══ Material to process

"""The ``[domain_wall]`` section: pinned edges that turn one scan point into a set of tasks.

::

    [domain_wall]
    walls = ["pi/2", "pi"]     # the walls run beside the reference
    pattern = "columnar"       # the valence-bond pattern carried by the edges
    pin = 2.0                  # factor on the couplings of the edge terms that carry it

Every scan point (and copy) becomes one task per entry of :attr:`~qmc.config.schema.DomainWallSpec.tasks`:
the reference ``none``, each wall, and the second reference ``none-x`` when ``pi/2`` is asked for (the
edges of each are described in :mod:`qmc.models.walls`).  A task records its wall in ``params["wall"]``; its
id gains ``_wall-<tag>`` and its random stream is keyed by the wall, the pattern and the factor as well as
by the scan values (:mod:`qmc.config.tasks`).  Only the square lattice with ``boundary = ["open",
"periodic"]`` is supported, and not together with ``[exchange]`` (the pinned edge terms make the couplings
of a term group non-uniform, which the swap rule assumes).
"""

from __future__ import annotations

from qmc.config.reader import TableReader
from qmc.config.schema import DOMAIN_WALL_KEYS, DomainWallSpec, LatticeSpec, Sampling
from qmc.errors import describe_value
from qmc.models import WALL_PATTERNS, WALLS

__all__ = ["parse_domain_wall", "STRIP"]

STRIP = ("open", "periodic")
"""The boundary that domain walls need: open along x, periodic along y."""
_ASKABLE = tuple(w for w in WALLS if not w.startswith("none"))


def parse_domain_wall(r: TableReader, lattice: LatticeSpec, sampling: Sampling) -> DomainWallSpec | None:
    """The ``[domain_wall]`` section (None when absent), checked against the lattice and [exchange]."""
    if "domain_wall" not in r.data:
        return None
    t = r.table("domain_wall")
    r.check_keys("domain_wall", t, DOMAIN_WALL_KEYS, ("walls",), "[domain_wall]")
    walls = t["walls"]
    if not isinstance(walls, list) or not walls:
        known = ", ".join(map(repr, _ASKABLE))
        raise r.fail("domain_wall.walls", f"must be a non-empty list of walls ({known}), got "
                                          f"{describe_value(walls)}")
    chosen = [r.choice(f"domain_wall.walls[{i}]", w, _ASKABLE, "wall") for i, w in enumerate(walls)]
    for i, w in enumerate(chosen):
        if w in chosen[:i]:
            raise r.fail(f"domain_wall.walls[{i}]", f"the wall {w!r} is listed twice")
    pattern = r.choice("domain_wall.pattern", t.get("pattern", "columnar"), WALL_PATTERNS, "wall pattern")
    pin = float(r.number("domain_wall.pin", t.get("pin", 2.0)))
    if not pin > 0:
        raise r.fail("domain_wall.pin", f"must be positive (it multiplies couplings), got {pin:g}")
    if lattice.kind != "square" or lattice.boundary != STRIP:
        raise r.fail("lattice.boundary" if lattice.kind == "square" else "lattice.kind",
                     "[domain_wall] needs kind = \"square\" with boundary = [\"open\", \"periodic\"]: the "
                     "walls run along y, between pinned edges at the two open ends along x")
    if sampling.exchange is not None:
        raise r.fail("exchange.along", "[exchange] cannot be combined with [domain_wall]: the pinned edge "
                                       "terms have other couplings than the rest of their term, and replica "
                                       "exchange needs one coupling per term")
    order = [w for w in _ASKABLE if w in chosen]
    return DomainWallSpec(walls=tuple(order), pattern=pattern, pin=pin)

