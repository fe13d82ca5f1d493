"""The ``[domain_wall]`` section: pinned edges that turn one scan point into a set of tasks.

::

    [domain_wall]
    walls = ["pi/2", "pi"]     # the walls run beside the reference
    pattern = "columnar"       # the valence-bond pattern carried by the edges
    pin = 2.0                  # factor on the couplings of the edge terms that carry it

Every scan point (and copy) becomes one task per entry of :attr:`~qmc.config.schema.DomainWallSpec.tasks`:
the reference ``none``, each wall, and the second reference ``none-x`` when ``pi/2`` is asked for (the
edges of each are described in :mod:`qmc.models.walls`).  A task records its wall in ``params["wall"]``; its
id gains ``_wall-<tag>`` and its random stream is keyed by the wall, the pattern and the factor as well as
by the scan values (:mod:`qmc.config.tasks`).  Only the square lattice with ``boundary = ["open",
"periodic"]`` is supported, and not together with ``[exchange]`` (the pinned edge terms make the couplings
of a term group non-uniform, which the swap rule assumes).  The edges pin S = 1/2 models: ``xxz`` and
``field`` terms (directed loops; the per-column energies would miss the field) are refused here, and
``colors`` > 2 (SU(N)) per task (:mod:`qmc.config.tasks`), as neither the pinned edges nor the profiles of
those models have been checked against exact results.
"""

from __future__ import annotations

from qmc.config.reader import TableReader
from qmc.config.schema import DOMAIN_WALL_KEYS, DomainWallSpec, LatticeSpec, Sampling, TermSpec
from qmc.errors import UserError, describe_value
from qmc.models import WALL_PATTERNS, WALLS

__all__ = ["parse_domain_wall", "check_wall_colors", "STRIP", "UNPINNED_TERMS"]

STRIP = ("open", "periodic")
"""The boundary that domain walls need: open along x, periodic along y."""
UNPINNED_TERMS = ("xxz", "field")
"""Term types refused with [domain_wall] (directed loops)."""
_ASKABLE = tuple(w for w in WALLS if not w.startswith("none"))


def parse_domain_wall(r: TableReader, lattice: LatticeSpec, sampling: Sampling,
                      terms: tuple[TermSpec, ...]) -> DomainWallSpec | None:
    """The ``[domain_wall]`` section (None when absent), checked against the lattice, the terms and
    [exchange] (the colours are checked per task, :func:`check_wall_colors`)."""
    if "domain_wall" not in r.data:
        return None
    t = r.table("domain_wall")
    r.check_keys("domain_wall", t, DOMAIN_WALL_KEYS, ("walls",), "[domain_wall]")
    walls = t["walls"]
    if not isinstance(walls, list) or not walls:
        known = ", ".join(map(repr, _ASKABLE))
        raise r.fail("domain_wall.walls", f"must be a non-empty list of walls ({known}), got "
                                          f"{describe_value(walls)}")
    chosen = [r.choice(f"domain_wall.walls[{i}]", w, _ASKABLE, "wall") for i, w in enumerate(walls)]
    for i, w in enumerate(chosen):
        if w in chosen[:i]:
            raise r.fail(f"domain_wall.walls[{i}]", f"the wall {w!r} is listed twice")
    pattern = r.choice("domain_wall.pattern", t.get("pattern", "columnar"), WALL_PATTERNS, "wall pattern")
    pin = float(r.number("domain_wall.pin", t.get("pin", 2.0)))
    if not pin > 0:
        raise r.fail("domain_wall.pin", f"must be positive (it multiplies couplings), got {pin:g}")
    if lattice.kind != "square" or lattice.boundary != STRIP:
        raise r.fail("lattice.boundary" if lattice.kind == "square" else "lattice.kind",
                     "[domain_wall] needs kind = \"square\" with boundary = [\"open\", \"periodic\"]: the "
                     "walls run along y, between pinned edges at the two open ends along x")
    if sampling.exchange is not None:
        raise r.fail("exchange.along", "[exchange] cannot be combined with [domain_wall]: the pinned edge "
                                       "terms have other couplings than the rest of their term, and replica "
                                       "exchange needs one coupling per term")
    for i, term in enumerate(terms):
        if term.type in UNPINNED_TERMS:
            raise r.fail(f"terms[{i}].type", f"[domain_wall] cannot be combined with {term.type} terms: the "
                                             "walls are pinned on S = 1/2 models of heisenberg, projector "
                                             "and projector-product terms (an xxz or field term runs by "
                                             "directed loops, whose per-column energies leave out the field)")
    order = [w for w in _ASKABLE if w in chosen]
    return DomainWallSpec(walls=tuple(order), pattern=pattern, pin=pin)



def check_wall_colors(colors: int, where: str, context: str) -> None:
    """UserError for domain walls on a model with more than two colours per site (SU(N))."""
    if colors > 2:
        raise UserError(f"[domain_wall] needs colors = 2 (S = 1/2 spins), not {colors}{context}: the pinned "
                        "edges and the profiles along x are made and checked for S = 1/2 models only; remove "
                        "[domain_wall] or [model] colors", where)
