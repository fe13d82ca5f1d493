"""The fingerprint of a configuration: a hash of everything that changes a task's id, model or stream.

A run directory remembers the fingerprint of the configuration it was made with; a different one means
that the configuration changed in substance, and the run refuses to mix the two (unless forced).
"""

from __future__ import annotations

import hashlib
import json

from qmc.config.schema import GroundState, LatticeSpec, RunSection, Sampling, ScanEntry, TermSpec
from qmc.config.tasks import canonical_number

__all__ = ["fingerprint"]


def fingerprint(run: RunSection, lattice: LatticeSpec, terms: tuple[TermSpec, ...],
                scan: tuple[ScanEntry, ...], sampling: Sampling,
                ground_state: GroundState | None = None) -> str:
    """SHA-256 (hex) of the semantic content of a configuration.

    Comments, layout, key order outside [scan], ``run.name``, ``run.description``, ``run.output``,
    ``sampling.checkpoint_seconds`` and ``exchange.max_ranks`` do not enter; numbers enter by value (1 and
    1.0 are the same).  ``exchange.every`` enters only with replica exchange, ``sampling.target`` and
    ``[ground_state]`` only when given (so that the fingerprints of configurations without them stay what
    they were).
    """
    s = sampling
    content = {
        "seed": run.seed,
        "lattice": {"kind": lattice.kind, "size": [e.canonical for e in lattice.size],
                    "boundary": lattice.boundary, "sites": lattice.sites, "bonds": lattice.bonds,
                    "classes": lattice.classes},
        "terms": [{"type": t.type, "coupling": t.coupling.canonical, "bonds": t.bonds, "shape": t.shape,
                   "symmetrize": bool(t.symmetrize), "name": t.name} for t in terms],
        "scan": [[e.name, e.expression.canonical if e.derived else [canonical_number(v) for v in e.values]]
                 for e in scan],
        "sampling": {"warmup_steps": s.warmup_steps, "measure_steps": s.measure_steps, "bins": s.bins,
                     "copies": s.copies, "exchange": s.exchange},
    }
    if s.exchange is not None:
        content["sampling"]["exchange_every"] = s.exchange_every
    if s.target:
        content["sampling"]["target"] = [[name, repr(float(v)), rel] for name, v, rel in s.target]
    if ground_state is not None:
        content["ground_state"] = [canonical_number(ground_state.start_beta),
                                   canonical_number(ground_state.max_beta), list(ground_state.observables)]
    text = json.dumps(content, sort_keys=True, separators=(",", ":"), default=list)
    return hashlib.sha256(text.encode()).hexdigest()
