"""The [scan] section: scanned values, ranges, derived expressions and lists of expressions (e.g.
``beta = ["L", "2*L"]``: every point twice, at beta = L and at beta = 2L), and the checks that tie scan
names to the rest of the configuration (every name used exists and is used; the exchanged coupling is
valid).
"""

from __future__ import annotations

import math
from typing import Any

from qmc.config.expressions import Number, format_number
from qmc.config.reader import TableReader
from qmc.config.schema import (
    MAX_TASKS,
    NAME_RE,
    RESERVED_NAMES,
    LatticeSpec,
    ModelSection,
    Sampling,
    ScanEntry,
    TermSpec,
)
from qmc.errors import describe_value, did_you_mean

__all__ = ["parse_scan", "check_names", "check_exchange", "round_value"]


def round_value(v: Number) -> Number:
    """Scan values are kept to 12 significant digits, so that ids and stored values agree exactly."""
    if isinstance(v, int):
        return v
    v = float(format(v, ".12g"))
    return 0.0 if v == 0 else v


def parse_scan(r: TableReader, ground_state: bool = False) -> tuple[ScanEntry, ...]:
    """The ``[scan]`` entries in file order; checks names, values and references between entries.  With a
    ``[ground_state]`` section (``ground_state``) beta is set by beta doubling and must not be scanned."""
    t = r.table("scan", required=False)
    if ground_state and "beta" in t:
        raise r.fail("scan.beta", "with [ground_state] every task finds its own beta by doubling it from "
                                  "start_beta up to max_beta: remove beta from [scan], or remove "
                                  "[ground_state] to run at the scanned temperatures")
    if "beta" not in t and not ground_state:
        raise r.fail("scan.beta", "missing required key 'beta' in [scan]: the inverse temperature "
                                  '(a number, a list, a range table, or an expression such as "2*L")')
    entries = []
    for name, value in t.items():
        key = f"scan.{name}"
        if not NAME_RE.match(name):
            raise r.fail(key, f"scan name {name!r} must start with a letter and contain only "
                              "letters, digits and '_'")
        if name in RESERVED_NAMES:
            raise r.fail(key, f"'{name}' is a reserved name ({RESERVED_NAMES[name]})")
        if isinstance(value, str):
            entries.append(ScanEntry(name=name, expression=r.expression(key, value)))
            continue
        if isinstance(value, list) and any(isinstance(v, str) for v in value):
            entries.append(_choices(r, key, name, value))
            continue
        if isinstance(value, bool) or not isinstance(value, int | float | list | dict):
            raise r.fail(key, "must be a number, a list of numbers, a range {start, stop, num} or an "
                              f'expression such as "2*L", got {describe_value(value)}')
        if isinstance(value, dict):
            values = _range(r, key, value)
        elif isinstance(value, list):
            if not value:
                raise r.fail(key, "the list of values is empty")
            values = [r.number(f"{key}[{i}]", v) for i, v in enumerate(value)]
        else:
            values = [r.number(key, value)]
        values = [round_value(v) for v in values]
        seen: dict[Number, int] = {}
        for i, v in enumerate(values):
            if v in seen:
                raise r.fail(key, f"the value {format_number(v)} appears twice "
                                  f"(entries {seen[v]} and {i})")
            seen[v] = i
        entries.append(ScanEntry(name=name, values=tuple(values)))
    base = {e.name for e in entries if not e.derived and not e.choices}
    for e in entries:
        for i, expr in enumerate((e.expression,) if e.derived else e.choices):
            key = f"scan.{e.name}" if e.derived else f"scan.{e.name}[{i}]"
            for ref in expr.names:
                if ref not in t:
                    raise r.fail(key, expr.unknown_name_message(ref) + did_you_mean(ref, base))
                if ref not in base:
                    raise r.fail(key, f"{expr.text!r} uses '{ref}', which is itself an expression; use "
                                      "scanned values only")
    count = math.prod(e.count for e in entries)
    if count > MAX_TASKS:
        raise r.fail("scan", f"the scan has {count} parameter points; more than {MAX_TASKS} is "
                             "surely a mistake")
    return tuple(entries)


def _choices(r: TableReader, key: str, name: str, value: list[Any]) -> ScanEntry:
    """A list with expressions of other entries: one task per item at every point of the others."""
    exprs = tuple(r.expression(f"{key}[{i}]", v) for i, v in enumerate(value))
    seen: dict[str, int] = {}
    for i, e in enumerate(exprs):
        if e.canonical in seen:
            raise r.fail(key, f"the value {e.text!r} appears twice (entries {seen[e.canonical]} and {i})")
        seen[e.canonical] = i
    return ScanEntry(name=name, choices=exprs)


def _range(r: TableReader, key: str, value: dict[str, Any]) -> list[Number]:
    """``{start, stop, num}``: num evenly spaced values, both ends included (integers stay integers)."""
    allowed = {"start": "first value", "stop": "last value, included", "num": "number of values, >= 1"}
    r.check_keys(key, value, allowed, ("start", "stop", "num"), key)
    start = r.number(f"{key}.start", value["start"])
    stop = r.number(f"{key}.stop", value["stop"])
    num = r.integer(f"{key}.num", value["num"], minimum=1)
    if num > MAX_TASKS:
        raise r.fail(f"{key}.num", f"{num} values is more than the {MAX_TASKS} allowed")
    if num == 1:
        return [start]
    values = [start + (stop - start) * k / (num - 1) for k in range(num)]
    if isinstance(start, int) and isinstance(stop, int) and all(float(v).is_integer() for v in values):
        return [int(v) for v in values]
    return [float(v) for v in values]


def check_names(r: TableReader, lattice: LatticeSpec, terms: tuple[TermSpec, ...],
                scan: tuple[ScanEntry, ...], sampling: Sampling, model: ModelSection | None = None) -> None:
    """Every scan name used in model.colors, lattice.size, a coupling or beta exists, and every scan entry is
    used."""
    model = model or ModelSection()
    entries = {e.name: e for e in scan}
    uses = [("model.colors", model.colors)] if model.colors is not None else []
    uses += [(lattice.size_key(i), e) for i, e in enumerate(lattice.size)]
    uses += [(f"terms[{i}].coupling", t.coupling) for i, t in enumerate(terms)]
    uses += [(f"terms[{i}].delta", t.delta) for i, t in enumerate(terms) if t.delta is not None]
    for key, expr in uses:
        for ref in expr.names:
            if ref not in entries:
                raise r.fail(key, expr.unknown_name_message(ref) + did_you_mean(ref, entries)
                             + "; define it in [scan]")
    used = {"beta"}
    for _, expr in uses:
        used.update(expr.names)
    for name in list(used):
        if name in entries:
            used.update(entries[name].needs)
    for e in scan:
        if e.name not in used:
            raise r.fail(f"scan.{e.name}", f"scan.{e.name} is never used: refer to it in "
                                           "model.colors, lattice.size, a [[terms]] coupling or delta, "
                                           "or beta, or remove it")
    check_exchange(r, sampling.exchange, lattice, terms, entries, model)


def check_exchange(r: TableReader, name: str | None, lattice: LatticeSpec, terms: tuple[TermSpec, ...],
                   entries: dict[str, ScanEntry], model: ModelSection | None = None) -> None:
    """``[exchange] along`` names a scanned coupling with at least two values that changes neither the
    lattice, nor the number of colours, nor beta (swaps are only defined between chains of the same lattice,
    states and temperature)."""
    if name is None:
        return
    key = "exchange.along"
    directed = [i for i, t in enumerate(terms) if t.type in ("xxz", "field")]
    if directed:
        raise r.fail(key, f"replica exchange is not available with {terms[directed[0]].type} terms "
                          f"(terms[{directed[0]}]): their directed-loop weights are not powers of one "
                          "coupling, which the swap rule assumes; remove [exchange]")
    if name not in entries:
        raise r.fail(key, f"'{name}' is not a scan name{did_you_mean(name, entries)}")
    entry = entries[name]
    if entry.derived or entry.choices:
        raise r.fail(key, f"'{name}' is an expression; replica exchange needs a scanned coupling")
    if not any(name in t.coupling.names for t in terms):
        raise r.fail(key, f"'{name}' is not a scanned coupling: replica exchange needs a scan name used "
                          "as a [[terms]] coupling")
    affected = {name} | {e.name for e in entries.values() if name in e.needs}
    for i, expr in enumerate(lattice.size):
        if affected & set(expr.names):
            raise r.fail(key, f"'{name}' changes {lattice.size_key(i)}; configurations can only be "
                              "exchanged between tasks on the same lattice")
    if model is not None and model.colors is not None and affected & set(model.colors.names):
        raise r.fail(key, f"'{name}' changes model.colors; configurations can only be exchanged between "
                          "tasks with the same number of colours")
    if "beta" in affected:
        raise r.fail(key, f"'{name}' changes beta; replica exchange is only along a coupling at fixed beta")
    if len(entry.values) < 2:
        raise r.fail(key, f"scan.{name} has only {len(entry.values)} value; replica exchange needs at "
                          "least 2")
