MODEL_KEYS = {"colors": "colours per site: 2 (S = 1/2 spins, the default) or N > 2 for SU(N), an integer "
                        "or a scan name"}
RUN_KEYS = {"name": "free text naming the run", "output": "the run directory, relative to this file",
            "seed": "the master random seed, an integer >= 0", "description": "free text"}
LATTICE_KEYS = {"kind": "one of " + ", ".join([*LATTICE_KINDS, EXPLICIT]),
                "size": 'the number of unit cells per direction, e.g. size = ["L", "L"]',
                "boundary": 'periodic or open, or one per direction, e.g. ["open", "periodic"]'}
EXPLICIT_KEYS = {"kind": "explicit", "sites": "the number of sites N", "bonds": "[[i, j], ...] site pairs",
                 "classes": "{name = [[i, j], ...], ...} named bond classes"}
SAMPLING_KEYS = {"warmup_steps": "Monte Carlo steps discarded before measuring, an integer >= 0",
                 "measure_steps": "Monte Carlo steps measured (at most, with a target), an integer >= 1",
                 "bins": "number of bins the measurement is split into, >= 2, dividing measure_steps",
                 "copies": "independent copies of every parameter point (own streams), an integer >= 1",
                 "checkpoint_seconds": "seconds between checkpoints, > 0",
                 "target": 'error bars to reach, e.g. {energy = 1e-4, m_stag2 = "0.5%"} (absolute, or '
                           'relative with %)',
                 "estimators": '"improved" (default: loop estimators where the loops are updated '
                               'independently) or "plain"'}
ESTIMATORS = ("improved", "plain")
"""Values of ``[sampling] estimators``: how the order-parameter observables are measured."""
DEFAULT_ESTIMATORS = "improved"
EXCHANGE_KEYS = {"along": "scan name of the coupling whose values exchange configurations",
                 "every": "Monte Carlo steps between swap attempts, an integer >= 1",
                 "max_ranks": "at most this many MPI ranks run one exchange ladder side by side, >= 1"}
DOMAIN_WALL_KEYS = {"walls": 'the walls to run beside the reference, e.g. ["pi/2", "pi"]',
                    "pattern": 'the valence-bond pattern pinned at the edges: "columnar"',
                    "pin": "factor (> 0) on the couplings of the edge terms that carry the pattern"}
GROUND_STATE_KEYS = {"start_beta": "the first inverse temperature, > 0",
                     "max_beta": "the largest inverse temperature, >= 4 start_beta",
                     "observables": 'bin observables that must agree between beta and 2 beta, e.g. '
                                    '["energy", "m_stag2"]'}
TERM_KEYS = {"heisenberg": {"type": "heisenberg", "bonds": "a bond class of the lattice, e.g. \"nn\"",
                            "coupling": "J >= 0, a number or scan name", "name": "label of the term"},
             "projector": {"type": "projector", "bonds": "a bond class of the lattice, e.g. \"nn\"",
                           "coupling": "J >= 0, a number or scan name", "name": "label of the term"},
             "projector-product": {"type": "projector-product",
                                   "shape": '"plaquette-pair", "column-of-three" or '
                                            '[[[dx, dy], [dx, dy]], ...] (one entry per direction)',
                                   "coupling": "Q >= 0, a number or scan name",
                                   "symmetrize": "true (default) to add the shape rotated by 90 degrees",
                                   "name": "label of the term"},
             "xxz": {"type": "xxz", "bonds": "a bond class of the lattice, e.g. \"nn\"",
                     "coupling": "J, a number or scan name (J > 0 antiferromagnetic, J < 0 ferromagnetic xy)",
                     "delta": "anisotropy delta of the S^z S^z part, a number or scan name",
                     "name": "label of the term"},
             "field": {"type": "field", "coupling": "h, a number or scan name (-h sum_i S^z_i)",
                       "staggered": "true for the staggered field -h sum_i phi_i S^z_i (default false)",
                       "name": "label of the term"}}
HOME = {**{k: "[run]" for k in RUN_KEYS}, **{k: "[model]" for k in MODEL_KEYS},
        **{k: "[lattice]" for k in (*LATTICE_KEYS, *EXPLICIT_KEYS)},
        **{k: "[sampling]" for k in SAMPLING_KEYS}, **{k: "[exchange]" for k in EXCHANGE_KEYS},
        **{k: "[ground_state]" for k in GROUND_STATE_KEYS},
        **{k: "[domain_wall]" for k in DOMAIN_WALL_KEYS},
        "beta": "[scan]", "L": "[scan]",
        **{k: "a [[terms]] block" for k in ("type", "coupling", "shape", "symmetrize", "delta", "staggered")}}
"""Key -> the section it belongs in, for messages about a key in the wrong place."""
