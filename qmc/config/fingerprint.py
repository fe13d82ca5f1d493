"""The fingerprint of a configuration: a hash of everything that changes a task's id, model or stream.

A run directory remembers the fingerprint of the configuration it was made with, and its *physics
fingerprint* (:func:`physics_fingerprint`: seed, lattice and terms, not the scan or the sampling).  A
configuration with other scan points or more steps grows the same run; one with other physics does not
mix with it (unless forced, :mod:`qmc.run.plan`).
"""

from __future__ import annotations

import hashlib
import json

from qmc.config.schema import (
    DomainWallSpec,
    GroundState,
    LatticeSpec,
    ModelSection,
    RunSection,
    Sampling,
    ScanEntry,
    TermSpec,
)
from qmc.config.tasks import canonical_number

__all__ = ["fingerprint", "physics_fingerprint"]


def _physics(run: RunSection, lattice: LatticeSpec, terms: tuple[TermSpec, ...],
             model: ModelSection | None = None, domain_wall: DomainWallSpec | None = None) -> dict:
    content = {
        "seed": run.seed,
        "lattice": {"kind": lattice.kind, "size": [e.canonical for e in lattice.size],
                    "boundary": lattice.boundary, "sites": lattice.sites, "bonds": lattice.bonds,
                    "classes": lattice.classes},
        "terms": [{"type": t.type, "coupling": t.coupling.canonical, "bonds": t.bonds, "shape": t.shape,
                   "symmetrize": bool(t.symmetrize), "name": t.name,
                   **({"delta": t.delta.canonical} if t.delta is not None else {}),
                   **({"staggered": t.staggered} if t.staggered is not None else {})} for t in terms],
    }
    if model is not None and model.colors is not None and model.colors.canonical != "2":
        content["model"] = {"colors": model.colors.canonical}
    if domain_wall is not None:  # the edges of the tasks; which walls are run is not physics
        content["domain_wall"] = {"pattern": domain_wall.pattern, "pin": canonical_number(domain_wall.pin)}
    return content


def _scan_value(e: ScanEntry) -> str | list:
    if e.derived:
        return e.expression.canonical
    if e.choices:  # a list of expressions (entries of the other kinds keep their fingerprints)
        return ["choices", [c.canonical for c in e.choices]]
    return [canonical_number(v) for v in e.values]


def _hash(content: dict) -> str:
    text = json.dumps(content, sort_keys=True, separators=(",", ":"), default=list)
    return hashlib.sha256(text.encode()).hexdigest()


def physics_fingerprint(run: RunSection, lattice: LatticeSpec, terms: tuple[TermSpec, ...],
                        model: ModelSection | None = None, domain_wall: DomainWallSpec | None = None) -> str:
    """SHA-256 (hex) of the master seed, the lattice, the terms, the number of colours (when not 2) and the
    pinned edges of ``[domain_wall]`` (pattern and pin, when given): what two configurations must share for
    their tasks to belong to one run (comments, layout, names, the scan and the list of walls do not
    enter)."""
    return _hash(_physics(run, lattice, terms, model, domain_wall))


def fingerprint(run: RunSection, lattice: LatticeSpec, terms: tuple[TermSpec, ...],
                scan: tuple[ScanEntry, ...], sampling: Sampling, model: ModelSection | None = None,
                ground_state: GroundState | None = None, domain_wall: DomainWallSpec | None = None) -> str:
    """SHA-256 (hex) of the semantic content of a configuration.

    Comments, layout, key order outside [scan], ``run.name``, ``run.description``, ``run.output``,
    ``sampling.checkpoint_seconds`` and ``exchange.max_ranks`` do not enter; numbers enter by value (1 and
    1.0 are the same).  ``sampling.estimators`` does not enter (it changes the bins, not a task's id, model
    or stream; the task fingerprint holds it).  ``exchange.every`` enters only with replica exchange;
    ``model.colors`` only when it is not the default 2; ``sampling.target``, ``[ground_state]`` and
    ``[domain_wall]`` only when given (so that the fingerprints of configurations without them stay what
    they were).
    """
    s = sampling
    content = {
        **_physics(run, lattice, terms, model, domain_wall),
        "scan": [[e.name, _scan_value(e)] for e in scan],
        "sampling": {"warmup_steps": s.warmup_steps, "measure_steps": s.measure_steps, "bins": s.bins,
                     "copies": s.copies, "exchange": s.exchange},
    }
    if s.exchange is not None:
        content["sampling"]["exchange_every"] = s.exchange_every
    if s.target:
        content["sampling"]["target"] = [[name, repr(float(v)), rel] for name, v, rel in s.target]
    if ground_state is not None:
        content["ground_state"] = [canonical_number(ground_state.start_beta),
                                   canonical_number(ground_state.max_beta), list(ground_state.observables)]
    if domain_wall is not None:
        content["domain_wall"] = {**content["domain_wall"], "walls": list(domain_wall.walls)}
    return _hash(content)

════

Task to complete – Within the listing above, the range opens at the line with "return content" and closes at the line with "c in e.choices]]". Reproduce exactly the lines of that range, including both ends.

Solution to this problem –
    return content


def _scan_value(e: ScanEntry) -> str | list:
    if e.derived:
        return e.expression.canonical
    if e.choices:  # a list of expressions (entries of the other kinds keep their fingerprints)
        return ["choices", [c.canonical for c in e.choices]]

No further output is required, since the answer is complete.